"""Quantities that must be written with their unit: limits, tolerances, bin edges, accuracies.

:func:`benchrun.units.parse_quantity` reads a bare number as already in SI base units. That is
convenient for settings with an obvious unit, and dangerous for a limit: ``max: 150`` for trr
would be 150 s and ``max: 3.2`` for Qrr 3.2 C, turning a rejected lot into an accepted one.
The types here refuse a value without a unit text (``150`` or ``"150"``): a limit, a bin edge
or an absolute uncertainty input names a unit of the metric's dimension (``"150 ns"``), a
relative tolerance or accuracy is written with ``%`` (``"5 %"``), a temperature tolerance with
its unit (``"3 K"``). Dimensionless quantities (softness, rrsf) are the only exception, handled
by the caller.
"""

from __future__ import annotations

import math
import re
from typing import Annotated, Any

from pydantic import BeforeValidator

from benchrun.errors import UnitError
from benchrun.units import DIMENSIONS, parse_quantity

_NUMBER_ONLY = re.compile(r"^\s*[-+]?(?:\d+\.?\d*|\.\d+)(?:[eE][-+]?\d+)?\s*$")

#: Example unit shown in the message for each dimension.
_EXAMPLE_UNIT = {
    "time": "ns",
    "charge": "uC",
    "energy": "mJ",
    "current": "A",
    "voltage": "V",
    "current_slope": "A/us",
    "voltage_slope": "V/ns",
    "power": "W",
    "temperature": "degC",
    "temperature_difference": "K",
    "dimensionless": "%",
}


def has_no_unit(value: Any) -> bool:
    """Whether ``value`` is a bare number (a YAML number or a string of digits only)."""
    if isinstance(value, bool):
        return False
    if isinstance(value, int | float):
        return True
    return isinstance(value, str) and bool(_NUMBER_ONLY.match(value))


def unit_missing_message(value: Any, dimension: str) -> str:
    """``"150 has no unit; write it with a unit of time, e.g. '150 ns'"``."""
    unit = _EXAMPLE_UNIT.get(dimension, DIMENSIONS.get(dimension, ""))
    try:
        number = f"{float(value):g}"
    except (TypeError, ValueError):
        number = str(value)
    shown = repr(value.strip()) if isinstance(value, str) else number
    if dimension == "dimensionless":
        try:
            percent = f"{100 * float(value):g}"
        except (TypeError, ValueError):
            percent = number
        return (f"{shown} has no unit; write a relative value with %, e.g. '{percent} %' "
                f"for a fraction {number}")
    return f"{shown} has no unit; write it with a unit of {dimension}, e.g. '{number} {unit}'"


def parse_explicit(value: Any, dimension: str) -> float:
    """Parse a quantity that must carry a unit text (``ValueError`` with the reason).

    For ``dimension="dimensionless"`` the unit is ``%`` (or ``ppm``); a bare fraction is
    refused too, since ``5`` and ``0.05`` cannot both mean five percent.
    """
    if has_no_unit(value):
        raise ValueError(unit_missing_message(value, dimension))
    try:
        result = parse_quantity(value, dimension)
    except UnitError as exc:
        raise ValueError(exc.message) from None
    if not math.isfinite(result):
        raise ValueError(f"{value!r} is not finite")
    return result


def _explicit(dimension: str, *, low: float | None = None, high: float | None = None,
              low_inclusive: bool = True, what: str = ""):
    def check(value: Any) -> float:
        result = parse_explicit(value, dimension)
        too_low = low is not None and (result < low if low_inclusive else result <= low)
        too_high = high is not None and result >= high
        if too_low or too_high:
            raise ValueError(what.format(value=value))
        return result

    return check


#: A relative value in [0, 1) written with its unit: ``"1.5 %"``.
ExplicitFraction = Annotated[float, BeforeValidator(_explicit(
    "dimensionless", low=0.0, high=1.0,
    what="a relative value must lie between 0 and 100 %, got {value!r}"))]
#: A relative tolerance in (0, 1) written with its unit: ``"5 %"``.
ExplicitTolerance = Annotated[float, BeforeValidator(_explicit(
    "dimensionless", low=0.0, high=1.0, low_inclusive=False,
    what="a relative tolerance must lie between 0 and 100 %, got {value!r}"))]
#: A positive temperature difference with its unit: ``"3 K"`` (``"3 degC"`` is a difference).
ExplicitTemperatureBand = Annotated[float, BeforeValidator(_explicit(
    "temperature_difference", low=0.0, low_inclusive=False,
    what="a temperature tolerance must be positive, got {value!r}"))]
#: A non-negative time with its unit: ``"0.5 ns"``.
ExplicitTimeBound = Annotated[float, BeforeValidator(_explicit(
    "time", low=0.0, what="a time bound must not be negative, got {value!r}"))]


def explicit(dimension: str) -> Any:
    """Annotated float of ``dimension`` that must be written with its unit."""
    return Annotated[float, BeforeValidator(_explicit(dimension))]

==

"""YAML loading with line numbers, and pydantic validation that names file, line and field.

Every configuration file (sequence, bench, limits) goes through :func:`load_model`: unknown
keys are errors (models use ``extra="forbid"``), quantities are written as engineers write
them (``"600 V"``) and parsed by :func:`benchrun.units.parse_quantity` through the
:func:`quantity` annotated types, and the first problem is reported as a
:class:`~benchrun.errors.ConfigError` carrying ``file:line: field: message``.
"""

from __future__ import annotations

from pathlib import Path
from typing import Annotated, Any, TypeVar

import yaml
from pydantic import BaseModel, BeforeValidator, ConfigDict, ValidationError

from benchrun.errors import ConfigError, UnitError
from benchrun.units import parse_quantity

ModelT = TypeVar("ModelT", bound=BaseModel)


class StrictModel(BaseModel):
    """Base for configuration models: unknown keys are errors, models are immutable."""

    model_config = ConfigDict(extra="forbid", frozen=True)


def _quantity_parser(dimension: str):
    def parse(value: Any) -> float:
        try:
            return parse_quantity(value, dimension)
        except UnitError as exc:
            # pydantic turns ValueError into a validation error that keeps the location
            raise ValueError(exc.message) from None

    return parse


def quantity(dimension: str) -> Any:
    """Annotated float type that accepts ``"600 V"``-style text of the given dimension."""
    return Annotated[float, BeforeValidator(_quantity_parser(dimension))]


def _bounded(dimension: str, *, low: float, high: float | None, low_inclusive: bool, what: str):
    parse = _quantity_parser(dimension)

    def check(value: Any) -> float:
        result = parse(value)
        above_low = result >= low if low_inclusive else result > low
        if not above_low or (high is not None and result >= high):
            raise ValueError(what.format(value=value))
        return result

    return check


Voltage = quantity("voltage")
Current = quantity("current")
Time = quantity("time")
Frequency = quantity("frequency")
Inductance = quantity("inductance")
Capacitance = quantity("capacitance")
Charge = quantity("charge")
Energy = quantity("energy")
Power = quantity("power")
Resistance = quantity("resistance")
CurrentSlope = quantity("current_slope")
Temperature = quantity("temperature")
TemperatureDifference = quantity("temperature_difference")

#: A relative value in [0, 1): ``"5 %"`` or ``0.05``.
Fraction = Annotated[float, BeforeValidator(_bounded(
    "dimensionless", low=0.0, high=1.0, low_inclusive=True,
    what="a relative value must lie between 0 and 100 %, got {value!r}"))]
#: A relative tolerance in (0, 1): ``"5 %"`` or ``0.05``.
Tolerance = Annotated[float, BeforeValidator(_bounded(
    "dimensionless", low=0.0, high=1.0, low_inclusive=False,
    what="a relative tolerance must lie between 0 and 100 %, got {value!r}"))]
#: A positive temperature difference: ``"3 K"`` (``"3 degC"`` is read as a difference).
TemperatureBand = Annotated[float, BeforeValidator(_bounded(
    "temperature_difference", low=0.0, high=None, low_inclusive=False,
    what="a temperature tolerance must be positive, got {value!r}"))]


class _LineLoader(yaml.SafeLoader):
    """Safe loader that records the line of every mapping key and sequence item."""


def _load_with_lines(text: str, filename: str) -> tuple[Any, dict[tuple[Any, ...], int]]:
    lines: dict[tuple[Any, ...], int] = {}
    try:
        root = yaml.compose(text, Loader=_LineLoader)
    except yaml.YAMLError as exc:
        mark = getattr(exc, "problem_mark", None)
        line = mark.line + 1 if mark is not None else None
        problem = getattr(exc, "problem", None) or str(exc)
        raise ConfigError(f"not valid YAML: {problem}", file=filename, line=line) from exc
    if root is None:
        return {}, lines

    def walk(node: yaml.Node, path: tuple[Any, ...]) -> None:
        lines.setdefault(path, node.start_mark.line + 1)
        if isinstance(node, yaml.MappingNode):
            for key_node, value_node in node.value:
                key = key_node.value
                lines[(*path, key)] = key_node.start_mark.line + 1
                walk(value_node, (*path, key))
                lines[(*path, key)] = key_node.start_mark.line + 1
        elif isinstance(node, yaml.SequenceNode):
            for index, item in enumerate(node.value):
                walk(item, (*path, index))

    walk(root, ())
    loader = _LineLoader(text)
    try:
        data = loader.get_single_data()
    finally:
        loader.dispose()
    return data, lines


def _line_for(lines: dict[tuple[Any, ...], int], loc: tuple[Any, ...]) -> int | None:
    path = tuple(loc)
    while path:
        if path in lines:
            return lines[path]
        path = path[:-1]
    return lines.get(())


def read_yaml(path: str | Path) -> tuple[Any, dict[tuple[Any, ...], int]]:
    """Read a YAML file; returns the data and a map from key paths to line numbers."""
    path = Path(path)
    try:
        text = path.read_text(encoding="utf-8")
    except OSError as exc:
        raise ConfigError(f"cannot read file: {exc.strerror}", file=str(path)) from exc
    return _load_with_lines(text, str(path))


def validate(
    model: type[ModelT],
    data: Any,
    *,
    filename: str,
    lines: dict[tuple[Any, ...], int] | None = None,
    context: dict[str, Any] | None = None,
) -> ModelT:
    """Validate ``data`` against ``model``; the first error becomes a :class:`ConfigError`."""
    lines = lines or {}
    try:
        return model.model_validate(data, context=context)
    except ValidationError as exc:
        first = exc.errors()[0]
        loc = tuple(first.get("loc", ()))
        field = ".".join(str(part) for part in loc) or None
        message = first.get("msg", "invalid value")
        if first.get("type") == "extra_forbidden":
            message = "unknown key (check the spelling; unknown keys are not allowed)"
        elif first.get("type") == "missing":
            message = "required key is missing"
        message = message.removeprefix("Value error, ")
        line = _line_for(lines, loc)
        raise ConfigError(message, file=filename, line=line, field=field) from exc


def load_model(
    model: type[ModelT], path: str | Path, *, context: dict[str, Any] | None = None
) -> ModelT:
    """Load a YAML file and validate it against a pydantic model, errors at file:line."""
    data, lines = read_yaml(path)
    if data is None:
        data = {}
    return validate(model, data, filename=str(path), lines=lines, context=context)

* * *

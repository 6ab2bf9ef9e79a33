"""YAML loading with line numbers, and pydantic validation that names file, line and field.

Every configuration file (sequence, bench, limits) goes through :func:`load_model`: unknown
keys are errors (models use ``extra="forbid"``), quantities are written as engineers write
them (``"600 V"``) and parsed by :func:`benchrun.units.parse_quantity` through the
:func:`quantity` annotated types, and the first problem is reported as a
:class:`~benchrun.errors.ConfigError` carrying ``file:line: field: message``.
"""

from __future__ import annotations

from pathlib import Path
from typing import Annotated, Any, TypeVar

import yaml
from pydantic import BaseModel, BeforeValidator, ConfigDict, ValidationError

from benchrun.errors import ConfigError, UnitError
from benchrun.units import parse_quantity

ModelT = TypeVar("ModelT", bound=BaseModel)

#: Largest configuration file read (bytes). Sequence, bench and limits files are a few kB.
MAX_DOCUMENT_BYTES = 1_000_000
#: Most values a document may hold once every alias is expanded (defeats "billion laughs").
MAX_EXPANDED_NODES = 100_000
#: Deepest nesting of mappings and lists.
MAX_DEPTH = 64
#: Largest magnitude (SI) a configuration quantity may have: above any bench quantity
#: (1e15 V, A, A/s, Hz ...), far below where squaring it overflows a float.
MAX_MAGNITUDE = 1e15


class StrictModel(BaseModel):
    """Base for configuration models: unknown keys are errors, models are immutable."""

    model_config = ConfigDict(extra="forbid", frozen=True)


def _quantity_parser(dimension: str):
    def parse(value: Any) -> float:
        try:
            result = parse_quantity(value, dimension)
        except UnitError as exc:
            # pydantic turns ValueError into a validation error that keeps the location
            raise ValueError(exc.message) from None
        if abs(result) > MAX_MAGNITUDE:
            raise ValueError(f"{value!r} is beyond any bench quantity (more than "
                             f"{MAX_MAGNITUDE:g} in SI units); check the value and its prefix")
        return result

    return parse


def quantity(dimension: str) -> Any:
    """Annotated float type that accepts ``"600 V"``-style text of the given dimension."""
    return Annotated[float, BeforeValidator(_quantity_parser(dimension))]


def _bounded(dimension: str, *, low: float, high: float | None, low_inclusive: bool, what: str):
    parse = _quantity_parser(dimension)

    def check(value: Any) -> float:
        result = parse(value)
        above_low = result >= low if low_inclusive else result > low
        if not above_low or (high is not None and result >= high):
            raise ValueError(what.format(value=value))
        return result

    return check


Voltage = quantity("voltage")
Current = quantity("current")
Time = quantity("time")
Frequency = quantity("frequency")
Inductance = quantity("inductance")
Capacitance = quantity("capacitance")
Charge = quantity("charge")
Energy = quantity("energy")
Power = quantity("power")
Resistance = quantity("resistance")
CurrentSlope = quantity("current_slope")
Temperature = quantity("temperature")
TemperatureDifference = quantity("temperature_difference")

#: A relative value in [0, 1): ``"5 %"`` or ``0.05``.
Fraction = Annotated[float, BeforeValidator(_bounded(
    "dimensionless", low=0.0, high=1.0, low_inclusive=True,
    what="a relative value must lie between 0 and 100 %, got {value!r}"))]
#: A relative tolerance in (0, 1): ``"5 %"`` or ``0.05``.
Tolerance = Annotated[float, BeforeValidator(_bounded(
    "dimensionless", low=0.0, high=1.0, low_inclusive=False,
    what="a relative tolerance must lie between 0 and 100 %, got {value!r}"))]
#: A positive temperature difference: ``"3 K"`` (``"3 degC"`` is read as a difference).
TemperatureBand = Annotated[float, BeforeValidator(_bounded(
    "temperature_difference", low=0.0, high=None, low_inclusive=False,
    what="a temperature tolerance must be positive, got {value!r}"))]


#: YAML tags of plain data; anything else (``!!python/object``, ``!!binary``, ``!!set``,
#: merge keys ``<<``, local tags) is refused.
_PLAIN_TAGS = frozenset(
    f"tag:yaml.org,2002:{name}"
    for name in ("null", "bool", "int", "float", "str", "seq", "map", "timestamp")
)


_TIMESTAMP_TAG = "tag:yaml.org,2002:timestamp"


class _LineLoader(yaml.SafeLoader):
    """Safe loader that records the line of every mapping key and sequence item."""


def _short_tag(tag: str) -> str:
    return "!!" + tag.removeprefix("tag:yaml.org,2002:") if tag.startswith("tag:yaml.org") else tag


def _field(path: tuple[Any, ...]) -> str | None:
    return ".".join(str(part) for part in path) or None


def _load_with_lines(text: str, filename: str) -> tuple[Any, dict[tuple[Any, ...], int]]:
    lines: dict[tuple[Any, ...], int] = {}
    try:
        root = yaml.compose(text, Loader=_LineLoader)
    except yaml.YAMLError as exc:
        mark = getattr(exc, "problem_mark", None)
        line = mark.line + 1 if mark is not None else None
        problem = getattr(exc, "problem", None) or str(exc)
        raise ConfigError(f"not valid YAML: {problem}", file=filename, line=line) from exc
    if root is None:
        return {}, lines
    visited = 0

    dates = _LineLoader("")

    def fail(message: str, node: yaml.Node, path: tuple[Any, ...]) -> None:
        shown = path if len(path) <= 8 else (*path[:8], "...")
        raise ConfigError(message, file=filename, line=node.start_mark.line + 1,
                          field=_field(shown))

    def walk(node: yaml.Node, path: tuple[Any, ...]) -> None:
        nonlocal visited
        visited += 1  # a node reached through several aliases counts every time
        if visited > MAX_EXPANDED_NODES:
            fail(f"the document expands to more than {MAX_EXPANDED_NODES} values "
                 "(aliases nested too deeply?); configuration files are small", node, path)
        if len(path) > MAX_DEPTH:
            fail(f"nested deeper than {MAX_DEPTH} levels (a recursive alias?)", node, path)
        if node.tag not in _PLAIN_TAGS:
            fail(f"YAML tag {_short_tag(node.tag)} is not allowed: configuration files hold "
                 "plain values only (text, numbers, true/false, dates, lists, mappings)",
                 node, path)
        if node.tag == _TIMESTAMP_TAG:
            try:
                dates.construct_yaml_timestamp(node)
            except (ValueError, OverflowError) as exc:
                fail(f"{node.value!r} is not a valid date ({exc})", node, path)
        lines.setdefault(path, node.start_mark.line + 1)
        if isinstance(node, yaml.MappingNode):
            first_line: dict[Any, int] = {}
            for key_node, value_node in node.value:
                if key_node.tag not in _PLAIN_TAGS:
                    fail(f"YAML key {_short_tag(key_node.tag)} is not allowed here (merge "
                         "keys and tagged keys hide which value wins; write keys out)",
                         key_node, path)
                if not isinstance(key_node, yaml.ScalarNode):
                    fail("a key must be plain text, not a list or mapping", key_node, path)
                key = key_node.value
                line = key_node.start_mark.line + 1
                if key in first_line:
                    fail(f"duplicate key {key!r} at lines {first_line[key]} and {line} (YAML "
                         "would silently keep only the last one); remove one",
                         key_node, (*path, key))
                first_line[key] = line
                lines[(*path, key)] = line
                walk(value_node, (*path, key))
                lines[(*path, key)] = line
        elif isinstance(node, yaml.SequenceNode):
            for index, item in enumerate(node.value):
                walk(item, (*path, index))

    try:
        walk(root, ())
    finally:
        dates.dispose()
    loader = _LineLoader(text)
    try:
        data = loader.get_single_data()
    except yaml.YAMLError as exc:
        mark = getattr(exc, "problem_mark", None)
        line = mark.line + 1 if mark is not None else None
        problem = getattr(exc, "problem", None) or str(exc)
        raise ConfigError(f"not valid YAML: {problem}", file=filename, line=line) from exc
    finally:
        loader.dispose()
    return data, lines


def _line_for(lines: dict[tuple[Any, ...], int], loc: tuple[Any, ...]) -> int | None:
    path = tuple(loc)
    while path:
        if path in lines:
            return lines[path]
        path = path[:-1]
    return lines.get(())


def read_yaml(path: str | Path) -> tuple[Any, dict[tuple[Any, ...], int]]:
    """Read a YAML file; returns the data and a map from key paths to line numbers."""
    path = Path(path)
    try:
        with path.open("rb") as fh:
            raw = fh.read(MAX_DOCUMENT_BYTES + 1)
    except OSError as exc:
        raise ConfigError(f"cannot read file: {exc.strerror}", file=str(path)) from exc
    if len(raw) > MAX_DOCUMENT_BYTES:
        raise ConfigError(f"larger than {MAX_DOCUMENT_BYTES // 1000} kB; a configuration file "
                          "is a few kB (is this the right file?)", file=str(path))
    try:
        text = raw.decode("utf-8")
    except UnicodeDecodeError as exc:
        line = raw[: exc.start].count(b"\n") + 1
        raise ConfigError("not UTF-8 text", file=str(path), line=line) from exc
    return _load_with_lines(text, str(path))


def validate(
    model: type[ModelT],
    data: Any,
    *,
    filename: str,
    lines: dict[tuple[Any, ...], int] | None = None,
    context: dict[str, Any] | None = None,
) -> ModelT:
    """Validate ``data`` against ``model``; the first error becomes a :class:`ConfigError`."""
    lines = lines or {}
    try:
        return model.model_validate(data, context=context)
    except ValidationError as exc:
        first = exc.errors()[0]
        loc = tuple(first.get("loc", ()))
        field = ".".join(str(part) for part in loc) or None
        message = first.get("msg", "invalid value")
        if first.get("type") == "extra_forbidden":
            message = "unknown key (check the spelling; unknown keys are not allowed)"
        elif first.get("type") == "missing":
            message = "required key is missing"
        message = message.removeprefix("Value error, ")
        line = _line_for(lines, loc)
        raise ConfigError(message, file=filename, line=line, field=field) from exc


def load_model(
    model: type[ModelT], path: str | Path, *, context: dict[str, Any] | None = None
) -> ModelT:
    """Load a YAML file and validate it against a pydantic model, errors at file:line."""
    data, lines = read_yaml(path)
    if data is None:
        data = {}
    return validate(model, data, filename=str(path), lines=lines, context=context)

WORK INSTRUCTIONS => From the line holding "bin edges, accuracies." to the line holding "convenient for settings", inclusive, restate each line above exactly as written.

SOLVED PROBLEM =>
"""Quantities that must be written with their unit: limits, tolerances, bin edges, accuracies.

:func:`benchrun.units.parse_quantity` reads a bare number as already in SI base units. That is
convenient for settings with an obvious unit, and dangerous for a limit: ``max: 150`` for trr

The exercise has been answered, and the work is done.